- Brief -
Set down the lines of the data exactly, starting at the first and stopping after the line containing "super(error.message);".

- Given information -
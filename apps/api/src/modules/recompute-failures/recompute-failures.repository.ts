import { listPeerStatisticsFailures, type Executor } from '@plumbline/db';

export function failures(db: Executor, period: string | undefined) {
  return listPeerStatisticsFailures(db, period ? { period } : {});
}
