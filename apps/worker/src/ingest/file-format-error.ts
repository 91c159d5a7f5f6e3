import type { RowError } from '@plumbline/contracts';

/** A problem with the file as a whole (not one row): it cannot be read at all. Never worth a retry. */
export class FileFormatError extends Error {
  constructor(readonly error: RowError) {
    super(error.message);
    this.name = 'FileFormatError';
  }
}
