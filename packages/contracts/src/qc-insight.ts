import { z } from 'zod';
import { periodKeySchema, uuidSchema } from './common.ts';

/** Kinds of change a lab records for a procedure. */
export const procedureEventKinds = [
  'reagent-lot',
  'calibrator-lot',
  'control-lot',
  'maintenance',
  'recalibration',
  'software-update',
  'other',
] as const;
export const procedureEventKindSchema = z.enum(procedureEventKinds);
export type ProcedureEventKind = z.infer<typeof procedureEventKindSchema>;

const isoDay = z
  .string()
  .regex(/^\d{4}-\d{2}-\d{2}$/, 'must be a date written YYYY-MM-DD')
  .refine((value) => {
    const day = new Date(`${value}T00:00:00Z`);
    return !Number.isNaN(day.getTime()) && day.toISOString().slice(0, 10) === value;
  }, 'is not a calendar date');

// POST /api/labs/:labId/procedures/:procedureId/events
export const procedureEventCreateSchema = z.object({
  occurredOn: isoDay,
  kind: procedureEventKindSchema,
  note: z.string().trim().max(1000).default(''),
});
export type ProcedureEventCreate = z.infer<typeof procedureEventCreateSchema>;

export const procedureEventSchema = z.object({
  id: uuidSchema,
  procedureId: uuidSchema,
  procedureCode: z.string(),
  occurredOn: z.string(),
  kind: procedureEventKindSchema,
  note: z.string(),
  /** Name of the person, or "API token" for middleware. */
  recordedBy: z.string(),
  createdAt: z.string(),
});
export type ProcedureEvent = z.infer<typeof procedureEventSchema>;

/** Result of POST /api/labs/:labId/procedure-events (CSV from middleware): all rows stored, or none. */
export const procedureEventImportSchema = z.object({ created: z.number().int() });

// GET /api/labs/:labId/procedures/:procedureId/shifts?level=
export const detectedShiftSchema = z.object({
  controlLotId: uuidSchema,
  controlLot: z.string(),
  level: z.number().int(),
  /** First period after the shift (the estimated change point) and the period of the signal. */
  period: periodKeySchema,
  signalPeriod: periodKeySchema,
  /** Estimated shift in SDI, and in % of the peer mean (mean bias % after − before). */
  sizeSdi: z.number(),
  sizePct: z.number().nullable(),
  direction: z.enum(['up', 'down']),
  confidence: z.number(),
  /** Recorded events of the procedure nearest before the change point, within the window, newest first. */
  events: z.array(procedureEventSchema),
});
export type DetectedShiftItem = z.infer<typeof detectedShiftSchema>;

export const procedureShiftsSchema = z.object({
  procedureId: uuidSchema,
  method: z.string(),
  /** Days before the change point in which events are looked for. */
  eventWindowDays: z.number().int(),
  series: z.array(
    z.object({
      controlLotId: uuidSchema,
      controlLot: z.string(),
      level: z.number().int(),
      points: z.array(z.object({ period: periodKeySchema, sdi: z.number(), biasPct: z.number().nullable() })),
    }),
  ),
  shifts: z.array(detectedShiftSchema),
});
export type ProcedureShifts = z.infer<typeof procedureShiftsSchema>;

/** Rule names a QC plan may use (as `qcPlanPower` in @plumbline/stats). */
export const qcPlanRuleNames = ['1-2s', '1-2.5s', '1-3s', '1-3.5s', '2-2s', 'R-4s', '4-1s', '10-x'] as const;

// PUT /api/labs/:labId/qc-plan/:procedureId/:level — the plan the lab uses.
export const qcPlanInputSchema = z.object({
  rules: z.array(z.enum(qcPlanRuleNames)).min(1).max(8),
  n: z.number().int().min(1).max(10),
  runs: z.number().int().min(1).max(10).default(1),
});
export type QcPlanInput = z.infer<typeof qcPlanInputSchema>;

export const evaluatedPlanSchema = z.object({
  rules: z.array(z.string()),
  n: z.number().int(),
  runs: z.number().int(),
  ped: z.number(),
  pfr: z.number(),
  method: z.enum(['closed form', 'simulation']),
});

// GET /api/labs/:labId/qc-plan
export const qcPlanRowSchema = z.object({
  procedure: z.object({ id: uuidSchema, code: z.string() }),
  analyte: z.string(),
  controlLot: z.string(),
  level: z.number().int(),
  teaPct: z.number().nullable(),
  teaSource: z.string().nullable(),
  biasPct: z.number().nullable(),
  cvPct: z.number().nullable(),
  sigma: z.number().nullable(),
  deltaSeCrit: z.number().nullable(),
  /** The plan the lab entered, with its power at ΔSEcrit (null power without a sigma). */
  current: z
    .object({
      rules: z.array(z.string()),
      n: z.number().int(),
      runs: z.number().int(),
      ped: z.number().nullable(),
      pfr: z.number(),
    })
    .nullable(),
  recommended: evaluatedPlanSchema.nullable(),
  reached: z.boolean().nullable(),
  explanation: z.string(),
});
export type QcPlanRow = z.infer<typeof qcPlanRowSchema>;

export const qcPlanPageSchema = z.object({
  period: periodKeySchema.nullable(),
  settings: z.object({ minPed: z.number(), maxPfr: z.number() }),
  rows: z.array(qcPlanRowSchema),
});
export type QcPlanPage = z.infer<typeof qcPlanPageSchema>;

- Result -
filename apps/api/src/modules/recompute-failures/recompute-failures.repository.ts
import { listPeerStatisticsFailures, type Executor } from '@plumbline/db';

export function failures(db: Executor, period: string | undefined) {
  return listPeerStatisticsFailures(db, period ? { period } : {});
}
filename apps/worker/src/ingest/file-format-error.ts
repository 91c159d5a7f5f6e3
import type { RowError } from '@plumbline/contracts';

/** A problem with the file as a whole (not one row): it cannot be read at all. Never worth a retry. */
export class FileFormatError extends Error {
  constructor(readonly error: RowError) {
    super(error.message);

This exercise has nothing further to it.